The potential health risk assessments for adults, based on estimated daily intake (EDI), Hazard Quotient (HQ), and carcinogenic risk (CR), suggest that exposure remains within health-based guidance values, ranking the dietary exposure as processed cereals > fish/meat products > beverages > milk/dairy products > table salt. HQ and CR values indicate minimal health risks overall, with minor effects of Pb intake on blood pressure and Cd exposure below safety thresholds.

However, it is important to note that these conclusions primarily reflect average exposures and do not fully account for vulnerable populations such as children, pregnant women, and individuals with higher consumption patterns or biological susceptibilities.
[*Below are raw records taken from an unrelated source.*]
"""A virtual test's description (TOML) as a validated model; the only place that knows its keys."""

from __future__ import annotations

from pathlib import Path
from typing import Annotated, Literal

from pydantic import Field, model_validator

from dic import testfile
from dic.errors import TestFileError, nearest
from dic.testfile import Gauge, Properties, Section, quantity, read_toml
from synthetic_images.camera import Camera
from synthetic_images.materials import Elastic, Material, NeoHookean, RambergOsgood, YieldPoint
from synthetic_images.textures import Cosines, Dots, Photograph, Texture

_POSITIVE = Field(gt=0, allow_inf_nan=False)
_NOT_NEGATIVE = Field(ge=0, allow_inf_nan=False)
_ANY = Field(allow_inf_nan=False)
Length = Annotated[float, quantity("length"), _POSITIVE]
Travel = Annotated[float, quantity("length"), _NOT_NEGATIVE]
Force = Annotated[float, quantity("force"), _NOT_NEGATIVE]
Stress = Annotated[float, quantity("stress"), _POSITIVE]
Stiffness = Annotated[float, quantity("stiffness"), _POSITIVE]
PullSpeed = Annotated[float, quantity("speed"), _POSITIVE]
Drift = Annotated[float, quantity("speed"), _ANY]
Moment = Annotated[float, quantity("time"), _NOT_NEGATIVE]
Offset = Annotated[float, quantity("time"), _ANY]
Rate = Annotated[float, quantity("rate"), Field(gt=0, le=100_000)]
Angle = Annotated[float, quantity("angle"), Field(ge=-180, le=180)]
#: Virtual tests stretch to ten times the length at most; beyond that nothing stays in view.
Strain = Annotated[float, quantity("strain"), Field(gt=0, le=9)]
SmallStrain = Annotated[float, quantity("strain"), Field(ge=-0.2, le=0.2)]
SmallShare = Annotated[float, quantity("fraction"), Field(ge=0, le=0.2)]
Share = Annotated[float, quantity("fraction"), Field(ge=0, le=1)]
SignedShare = Annotated[float, quantity("fraction"), Field(ge=-0.5, le=0.5)]

#: Limits that keep a mistyped number from filling memory or disk: the first two bound one picture,
#: the third the folder of frames (20 GB at 8 bits).
MAX_SIDE = 10_000
MAX_PIXELS = 30_000_000
MAX_PIXELS_IN_ALL = 20_000_000_000
MAX_ROWS_OF_RECORD = 5_000_000


def _exactly(
    section: Section, chooser: str, choice: str, needed: set[str], known: set[str] | None = None
) -> None:
    """Check that a section has the keys that its choice needs, and no others."""
    known = known or needed
    given = {key for key in section.model_fields_set if key != chooser and getattr(section, key) is not None}
    if missing := sorted(needed - given):
        raise ValueError(f'{chooser} = "{choice}" needs {" and ".join(missing)}; add it')
    if foreign := sorted(given - known):
        raise ValueError(
            f'{foreign[0]} means nothing with {chooser} = "{choice}"; {nearest(foreign[0], known)}'
        )


class Specimen(testfile.Specimen):
    """The coupon as it truly is, and how well its section was measured."""

    label: str = "virtual coupon"
    material: str = "invented"

    @property
    def dimensions(self) -> tuple[str, ...]:
        """Names of what was measured with the calliper."""
        return ("diameter",) if self.shape == "round" else ("width", "thickness")


class MaterialLaw(Section):
    """The material's law and its constants; each law has its own keys."""

    law: Literal["elastic", "ramberg_osgood", "yield_point", "neo_hookean"]
    youngs_modulus: Stress | None = None
    poissons_ratio: float | None = Field(None, gt=-1, le=0.5)
    proof_stress: Stress | None = None
    exponent: float | None = Field(None, ge=1, le=200)
    shear_modulus: Stress | None = None
    upper_yield: Stress | None = None
    lower_yield: Stress | None = None
    saturation: Stress | None = None
    drop: Strain | None = None
    level: Strain | None = None
    hardening: Strain | None = None

    @model_validator(mode="after")
    def _constants_of_its_law(self) -> MaterialLaw:
        keys = {
            "elastic": {"youngs_modulus", "poissons_ratio"},
            "ramberg_osgood": {"youngs_modulus", "poissons_ratio", "proof_stress", "exponent"},
            "yield_point": {
                "youngs_modulus", "poissons_ratio", "upper_yield", "lower_yield", "saturation",
            },
            "neo_hookean": {"shear_modulus"},
        }  # fmt: skip
        optional = {"drop", "level", "hardening"} if self.law == "yield_point" else set()
        _exactly(self, "law", self.law, keys[self.law], keys[self.law] | optional)
        yields = (self.lower_yield, self.upper_yield, self.saturation)
        if self.upper_yield is not None and not sorted(set(yields), key=lambda one: one or 0) == [*yields]:
            raise ValueError("lower_yield, upper_yield and saturation have to grow in this order")
        return self

    def make(self) -> Material:
        """Return the material."""
        constants = self.model_dump(exclude={"law"}, exclude_none=True)
        if self.law == "elastic":
            return Elastic(**constants)
        if self.law == "ramberg_osgood":
            return RambergOsgood(**constants)
        if self.law == "yield_point":
            return YieldPoint(**constants)
        return NeoHookean(**constants)


class TextureLook(Section):
    """The texture; sizes in px of the reference picture."""

    kind: Literal["dots", "cosines", "photograph"] = "dots"
    diameter: float | None = Field(None, ge=1, le=200)
    cover: float | None = Field(None, ge=0.02, le=0.98)
    edge: float | None = Field(None, ge=0.05, le=20)
    feature: float | None = Field(None, ge=1, le=200)
    photograph: Literal["gravel", "brick", "grass"] | None = None
    magnification: float | None = Field(None, ge=0.5, le=50)

    @model_validator(mode="after")
    def _keys_of_its_kind(self) -> TextureLook:
        keys = {
            "dots": {"diameter", "cover", "edge"},
            "cosines": {"feature"},
            "photograph": {"photograph", "magnification"},
        }
        needed = keys[self.kind] & {"photograph"}
        _exactly(self, "kind", self.kind, needed, keys[self.kind])
        return self

    def make(self, area: tuple[float, float], seed: int) -> Texture:
        """Return the texture, whose realisation covers an area (width, height), px."""
        given = self.model_dump(exclude={"kind", "photograph"}, exclude_none=True)
        if self.kind == "dots":
            return Dots(**given, area=area, seed=seed)
        if self.photograph is not None:
            return Photograph.named(self.photograph, **given)
        return Cosines(**given, seed=seed)


class View(Section):
    """What the picture shows; its middle sees the middle of the coupon at the start."""

    rows: int = Field(1100, ge=32, le=MAX_SIDE)
    columns: int = Field(320, ge=32, le=MAX_SIDE)
    coupon_width: float = Field(250.0, ge=16, le=MAX_SIDE)
    axis_angle: Angle = 0.0
    background: float = Field(0.1, ge=0, le=1)

    @model_validator(mode="after")
    def _fits(self) -> View:
        if self.rows * self.columns > MAX_PIXELS:
            raise ValueError(f"the picture is larger than {MAX_PIXELS} px; lower rows or columns")
        return self


class CameraLook(Section):
    """The camera: its clock, its grey values and its faults."""

    frames: int = Field(70, ge=3, le=20_000)
    rate: Rate = 5.0
    offset: Offset = 0.0
    bits: int = Field(8, ge=8, le=16)
    black: Share = 0.10
    white: Share = 0.85
    noise: SmallShare = 0.01
    dark_noise: float = Field(0.0, ge=0, le=10_000)
    gain: float = Field(0.0, ge=0, le=1000)
    blur: float = Field(0.0, ge=0, le=1)
    samples: int = Field(3, ge=1, le=9)
    vignette: Share = 0.0
    gradient: SignedShare = 0.0
    drift: SignedShare = 0.0

    def make(self) -> Camera:
        """Return the camera."""
        return Camera(**self.model_dump(exclude={"frames", "rate", "offset"}))


class Machine(Section):
    """The testing machine and how the coupon sits in it."""

    free_length: Length
    speed: PullSpeed
    start: Moment = 2.0
    stiffness: Stiffness = 20_000.0
    slack: Travel = 0.0
    seating_force: Force = 0.0
    lower_share: Share = 0.4
    sideways: Drift = 0.0
    bending: SignedShare = 0.0
    fracture_strain: Strain | None = None


class Record(Section):
    """The load record and the faults of its transducers."""

    rate: Rate = 50.0
    force_noise: Force = 0.0
    force_uncertainty: SmallShare = 0.0
    crosshead_noise: Travel = 0.0
    extensometer_gain: float | None = Field(None, gt=0, le=10)
    extensometer_offset: SmallStrain = 0.0
    extensometer_noise: SmallShare = 0.0
    extensometer_length: Length | None = None
    extensometer_removed: Strain | None = None

    @model_validator(mode="after")
    def _extensometer_is_there(self) -> Record:
        given = [key for key in self.model_fields_set if key.startswith("extensometer_")]
        if given and self.extensometer_gain is None:
            raise ValueError(f"{given[0]} needs extensometer_gain; add it (1 for a true one)")
        return self


class Scenario(Section):
    """A whole virtual test; every number in it is invented."""

    seed: int = Field(1, ge=0, lt=2**63)
    specimen: Specimen
    material: MaterialLaw
    machine: Machine
    texture: TextureLook = TextureLook()
    view: View = View()
    camera: CameraLook = CameraLook()
    load_record: Record = Record()
    gauge: Gauge | None = None  # this and the next stand in the test file as they are here
    properties: Properties | None = None

    @model_validator(mode="after")
    def _fits_together(self) -> Scenario:
        if self.view.rows * self.view.columns * self.camera.frames > MAX_PIXELS_IN_ALL:
            raise ValueError("the frames would fill more than 20 GB; lower rows, columns or frames")
        material = self.material.make()
        if isinstance(material, YieldPoint):
            falls = (material.upper_yield - material.lower_yield) * self.specimen.area
            falls /= self.machine.stiffness
            if falls >= material.drop * self.machine.free_length:
                raise ValueError(
                    "the machine's spring gives back more than the coupon takes up in the yield point's "
                    "drop; raise machine.stiffness or material.drop"
                )
        if self.record_end <= 0:
            raise ValueError("the camera stops before the machine's clock starts; raise camera.offset")
        if self.record_end * self.load_record.rate > MAX_ROWS_OF_RECORD:
            raise ValueError(
                f"the load record would be longer than {MAX_ROWS_OF_RECORD} rows; lower its rate"
            )
        return self

    @property
    def record_end(self) -> float:
        """When the load record ends, on the machine's clock, s: one frame after the last one."""
        return self.camera.offset + self.camera.frames / self.camera.rate

    @property
    def scale(self) -> float:
        """True scale, mm/px."""
        return self.specimen.visible_width / self.view.coupon_width


def load_scenario(path: str | Path) -> Scenario:
    """Read and check a scenario.

    Parameters
    ----------
    path
        A TOML file, or the name of a scenario that is shipped (see `scenarios`).

    Raises
    ------
    TestFileError
        If there is no such file, it is not TOML, or a key or value is not understood.
    """
    shipped = scenarios()
    if str(path) in shipped and not Path(path).is_file():
        path = shipped[str(path)]
    elif not Path(path).exists():
        raise TestFileError(
            "is neither a file nor a shipped scenario", where=str(path), remedy=nearest(str(path), shipped)
        )
    return read_toml(Path(path), Scenario)


def scenarios() -> dict[str, Path]:
    """List the shipped scenarios, all of them invented: name and file."""
    folder = Path(__file__).parent / "scenarios"
    return {path.stem: path for path in sorted(folder.glob("*.toml"))}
Additionally, cumulative and aggregate exposures from multiple metals and dietary sources warrant further attention to better assess potential combined toxic effects and non-cancer health outcomes, which may pose a greater public health concern.

To address these concerns, we recommend specific risk management strategies including enhanced regulatory monitoring and control focused on high-risk food items (e.g., processed meats and canned fish), the implementation of routine heavy metal surveillance programs throughout the food supply chain, and public health education efforts to raise awareness about dietary heavy metal exposure and methods to minimize risks.

Moreover, greater emphasis should be placed on integrated risk assessments that incorporate synergistic interactions of multiple heavy metals and their chronic health impacts beyond carcinogenicity, alongside the inclusion of biomonitoring and epidemiological studies to validate and refine exposure-risk relationships for the Egyptian population.

Continuous assessment and improvement of food safety regulations, combined with these targeted strategies, are essential to effectively mitigate potential health risks associated with heavy metal exposure through diet and to protect vulnerable subgroups from adverse effects.